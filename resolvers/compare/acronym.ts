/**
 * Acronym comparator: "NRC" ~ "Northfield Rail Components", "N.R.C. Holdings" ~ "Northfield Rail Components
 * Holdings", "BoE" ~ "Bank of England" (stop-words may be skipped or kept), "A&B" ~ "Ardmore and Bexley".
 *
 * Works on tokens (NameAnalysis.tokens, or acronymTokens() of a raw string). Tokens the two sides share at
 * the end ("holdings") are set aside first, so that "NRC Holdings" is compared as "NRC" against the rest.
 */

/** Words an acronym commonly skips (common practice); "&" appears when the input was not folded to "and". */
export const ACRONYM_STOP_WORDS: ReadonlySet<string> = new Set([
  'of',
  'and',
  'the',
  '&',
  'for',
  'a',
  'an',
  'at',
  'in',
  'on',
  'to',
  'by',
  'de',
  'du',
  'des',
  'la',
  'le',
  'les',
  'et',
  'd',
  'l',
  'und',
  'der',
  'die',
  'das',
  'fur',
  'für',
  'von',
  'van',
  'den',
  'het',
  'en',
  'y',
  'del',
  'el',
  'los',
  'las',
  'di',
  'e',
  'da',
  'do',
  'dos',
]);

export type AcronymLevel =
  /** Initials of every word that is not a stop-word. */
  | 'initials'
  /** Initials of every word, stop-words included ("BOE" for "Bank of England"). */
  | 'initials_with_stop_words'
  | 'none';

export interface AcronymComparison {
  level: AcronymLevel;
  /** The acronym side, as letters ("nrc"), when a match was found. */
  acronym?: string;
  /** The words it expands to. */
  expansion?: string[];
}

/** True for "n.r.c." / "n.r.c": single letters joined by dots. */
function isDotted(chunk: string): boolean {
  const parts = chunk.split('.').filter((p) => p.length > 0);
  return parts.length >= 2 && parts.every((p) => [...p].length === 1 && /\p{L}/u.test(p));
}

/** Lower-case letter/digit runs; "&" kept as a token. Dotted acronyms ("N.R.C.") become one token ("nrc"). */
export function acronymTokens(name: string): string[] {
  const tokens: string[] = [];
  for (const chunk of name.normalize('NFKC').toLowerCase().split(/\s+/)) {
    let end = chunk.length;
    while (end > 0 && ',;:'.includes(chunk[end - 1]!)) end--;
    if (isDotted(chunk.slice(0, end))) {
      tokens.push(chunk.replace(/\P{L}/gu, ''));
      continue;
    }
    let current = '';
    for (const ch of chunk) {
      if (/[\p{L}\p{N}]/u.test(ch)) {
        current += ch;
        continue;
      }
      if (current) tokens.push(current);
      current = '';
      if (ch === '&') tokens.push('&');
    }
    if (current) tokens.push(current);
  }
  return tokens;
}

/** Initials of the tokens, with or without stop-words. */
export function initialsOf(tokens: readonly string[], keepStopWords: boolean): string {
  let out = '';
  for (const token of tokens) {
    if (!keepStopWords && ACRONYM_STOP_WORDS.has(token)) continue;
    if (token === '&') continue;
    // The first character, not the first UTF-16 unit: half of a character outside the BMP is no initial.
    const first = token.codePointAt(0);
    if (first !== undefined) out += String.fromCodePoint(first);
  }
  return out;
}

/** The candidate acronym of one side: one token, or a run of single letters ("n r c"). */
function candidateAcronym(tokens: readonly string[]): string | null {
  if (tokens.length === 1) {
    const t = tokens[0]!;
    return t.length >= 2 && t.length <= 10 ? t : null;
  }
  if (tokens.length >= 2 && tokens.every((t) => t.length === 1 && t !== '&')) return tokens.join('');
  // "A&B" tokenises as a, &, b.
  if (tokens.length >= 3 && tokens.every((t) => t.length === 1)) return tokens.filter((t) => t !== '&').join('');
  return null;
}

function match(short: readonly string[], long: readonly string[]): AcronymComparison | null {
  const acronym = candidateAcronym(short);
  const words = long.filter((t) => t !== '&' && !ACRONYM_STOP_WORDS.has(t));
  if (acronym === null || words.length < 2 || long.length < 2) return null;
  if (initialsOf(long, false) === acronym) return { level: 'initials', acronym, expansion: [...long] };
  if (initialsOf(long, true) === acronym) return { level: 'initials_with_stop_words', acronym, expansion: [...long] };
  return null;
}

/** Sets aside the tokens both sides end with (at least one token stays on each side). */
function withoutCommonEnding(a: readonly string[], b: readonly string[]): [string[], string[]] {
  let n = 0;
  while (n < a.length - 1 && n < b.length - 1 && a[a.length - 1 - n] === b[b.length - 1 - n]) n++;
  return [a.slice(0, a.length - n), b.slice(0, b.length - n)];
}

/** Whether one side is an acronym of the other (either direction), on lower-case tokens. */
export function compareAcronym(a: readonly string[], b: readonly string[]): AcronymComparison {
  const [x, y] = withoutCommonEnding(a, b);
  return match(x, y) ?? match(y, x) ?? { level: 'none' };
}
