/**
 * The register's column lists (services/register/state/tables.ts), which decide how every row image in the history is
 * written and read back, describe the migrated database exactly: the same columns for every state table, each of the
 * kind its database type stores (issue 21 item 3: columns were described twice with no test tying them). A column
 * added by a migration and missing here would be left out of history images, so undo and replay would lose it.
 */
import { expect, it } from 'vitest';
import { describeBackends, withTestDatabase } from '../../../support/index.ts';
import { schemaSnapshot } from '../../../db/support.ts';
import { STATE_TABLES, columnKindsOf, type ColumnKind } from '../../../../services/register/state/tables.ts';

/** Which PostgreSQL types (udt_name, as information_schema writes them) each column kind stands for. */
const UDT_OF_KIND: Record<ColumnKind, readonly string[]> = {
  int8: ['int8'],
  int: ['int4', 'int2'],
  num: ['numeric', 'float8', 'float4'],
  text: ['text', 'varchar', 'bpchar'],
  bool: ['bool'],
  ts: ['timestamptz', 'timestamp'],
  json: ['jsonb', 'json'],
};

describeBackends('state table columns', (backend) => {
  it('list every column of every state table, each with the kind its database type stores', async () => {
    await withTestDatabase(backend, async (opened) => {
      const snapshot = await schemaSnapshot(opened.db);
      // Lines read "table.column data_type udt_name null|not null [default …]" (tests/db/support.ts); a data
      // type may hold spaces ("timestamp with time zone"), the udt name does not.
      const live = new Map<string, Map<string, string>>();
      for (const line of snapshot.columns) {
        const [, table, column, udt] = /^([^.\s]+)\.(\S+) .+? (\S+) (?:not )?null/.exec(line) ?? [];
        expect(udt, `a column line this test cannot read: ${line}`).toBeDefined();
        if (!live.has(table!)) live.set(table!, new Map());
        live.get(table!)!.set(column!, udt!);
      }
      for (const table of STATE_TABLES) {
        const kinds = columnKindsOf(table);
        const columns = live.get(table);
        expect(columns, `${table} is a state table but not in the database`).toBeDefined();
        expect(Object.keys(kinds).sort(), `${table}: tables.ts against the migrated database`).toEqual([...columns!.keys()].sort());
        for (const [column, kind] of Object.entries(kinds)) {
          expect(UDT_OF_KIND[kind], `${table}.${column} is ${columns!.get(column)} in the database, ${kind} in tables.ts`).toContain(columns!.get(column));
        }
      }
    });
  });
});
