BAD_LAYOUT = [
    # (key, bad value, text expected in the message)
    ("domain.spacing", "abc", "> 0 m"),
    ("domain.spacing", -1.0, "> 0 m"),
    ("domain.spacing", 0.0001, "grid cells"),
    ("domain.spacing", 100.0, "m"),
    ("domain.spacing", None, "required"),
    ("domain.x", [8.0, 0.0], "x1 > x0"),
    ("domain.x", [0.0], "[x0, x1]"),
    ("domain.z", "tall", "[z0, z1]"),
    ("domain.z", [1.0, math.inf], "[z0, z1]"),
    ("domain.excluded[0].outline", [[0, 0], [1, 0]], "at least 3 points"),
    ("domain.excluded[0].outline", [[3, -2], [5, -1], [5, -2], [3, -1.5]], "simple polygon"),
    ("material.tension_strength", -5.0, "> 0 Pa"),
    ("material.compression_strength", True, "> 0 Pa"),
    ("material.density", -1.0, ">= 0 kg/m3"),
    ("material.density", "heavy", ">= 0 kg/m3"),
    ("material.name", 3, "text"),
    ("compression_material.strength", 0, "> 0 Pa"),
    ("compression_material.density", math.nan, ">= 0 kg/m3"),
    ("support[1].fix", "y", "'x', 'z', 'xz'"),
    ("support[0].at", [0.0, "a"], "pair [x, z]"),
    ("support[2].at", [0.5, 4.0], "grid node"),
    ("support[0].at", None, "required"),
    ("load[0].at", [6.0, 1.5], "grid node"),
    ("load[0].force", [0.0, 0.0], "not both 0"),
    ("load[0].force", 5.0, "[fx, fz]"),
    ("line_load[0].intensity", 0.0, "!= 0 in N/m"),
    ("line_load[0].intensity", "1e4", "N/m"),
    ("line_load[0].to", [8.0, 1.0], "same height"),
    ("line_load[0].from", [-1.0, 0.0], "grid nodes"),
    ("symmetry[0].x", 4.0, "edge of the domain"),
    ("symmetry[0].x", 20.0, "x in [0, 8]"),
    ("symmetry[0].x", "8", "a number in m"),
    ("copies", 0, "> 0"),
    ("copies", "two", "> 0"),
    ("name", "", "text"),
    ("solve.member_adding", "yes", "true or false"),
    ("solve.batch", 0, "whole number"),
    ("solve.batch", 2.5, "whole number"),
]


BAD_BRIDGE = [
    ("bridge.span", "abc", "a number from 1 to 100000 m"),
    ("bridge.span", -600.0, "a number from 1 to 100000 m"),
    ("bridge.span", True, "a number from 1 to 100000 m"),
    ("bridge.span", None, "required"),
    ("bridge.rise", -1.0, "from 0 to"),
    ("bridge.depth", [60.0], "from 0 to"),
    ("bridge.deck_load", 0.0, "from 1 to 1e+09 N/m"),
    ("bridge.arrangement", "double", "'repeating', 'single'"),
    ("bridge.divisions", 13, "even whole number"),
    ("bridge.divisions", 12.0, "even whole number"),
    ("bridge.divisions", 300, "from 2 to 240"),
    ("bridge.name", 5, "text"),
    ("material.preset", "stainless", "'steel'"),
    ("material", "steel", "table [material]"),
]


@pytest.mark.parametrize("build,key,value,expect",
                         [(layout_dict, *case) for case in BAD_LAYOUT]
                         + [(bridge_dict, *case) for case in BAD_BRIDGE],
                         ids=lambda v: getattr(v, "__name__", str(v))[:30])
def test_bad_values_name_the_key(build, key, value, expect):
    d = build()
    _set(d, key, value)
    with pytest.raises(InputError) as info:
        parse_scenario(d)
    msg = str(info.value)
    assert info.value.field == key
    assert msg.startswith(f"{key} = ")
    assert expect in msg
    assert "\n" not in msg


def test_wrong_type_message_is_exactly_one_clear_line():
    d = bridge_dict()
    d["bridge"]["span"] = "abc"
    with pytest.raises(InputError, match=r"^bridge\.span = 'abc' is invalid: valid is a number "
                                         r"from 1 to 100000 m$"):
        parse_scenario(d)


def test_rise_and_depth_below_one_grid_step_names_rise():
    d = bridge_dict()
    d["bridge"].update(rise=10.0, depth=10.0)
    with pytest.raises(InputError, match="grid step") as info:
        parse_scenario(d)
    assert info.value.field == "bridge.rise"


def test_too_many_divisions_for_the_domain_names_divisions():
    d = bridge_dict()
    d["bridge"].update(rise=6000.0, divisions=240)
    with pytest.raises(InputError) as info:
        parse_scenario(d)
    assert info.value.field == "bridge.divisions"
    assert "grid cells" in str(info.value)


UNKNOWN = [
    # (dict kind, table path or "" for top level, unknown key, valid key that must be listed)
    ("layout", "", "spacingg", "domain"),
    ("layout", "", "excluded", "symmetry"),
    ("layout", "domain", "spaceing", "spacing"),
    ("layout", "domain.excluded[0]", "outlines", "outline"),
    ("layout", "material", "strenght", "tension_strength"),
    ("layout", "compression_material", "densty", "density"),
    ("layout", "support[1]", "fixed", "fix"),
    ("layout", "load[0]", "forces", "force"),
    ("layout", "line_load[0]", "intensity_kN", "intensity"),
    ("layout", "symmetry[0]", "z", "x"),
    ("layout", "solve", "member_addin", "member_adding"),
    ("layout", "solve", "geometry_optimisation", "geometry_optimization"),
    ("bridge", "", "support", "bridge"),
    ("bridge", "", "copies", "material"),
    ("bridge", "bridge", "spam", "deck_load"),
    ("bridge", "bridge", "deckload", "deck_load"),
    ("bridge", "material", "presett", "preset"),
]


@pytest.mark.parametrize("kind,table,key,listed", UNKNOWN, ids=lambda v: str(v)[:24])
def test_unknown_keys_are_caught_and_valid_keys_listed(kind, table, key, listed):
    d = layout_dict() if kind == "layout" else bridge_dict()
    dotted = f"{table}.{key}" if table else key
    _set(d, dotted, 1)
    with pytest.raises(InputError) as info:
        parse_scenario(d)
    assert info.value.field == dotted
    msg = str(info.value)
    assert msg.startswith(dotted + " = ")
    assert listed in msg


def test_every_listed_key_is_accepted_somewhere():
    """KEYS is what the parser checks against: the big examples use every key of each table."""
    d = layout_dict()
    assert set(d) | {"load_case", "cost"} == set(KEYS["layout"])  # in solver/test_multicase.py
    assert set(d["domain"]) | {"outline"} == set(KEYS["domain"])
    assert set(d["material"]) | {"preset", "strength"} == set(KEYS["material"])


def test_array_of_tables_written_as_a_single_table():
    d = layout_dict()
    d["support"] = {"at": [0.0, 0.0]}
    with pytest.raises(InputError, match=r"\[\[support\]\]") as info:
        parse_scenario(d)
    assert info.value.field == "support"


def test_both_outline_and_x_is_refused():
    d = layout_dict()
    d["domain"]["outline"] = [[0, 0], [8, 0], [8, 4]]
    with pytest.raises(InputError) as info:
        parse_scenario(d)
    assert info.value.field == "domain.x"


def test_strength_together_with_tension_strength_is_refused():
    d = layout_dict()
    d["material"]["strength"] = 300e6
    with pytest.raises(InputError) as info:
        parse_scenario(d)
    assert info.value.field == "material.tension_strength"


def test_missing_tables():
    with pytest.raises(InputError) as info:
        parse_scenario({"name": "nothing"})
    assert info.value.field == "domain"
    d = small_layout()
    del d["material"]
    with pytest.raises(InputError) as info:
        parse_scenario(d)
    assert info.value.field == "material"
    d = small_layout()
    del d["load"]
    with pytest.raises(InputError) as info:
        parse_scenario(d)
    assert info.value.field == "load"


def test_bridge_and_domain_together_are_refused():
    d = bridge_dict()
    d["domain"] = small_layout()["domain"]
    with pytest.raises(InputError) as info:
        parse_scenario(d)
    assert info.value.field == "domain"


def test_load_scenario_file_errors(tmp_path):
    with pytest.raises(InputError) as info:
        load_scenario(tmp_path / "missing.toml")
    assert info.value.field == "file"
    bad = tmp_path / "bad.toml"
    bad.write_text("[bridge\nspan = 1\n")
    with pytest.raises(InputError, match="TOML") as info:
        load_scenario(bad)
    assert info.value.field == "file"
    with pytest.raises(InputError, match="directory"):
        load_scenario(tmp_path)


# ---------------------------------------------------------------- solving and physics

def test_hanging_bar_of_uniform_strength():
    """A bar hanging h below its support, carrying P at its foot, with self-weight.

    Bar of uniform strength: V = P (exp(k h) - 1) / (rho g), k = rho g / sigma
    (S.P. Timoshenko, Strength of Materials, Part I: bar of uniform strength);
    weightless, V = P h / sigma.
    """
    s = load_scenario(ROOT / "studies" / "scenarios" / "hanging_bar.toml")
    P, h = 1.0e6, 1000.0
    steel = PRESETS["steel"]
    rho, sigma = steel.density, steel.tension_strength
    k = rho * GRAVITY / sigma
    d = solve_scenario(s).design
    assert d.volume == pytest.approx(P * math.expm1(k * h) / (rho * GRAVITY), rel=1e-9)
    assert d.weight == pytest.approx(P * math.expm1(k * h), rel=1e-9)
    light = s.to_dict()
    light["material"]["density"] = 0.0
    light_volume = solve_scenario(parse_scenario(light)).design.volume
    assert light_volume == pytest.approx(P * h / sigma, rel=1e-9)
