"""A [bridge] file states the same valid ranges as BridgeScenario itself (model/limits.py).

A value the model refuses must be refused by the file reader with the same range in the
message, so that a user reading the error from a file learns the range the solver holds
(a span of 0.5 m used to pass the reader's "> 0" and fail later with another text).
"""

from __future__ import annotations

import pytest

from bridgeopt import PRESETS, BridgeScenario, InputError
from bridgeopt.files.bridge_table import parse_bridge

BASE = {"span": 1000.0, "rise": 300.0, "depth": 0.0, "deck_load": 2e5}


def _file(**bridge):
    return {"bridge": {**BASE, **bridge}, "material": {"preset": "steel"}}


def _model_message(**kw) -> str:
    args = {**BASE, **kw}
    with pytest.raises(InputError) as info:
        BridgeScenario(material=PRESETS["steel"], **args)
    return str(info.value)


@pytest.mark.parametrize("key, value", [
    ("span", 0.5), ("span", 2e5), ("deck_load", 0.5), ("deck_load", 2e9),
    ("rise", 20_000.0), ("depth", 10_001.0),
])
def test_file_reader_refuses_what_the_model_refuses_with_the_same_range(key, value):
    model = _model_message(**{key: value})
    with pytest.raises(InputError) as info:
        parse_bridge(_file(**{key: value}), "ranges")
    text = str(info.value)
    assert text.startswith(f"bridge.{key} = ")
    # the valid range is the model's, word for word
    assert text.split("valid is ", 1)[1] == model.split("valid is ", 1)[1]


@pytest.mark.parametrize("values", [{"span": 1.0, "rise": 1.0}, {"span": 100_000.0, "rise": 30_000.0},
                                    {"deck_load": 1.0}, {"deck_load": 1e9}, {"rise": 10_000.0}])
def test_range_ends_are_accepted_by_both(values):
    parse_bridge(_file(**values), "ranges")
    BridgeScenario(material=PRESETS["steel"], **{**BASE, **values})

Work to complete: Output only an exact transcription of the lines above from the one with "for (const ch of" up to and including the one with "each side). */".

Exercise answer:
    for (const ch of chunk) {
      if (/[\p{L}\p{N}]/u.test(ch)) {
        current += ch;
        continue;
      }
      if (current) tokens.push(current);
      current = '';
      if (ch === '&') tokens.push('&');
    }
    if (current) tokens.push(current);
  }
  return tokens;
}

/** Initials of the tokens, with or without stop-words. */
export function initialsOf(tokens: readonly string[], keepStopWords: boolean): string {
  let out = '';
  for (const token of tokens) {
    if (!keepStopWords && ACRONYM_STOP_WORDS.has(token)) continue;
    if (token === '&') continue;
    // The first character, not the first UTF-16 unit: half of a character outside the BMP is no initial.
    const first = token.codePointAt(0);
    if (first !== undefined) out += String.fromCodePoint(first);
  }
  return out;
}

/** The candidate acronym of one side: one token, or a run of single letters ("n r c"). */
function candidateAcronym(tokens: readonly string[]): string | null {
  if (tokens.length === 1) {
    const t = tokens[0]!;
    return t.length >= 2 && t.length <= 10 ? t : null;
  }
  if (tokens.length >= 2 && tokens.every((t) => t.length === 1 && t !== '&')) return tokens.join('');
  // "A&B" tokenises as a, &, b.
  if (tokens.length >= 3 && tokens.every((t) => t.length === 1)) return tokens.filter((t) => t !== '&').join('');
  return null;
}

function match(short: readonly string[], long: readonly string[]): AcronymComparison | null {
  const acronym = candidateAcronym(short);
  const words = long.filter((t) => t !== '&' && !ACRONYM_STOP_WORDS.has(t));
  if (acronym === null || words.length < 2 || long.length < 2) return null;
  if (initialsOf(long, false) === acronym) return { level: 'initials', acronym, expansion: [...long] };
  if (initialsOf(long, true) === acronym) return { level: 'initials_with_stop_words', acronym, expansion: [...long] };
  return null;
}

/** Sets aside the tokens both sides end with (at least one token stays on each side). */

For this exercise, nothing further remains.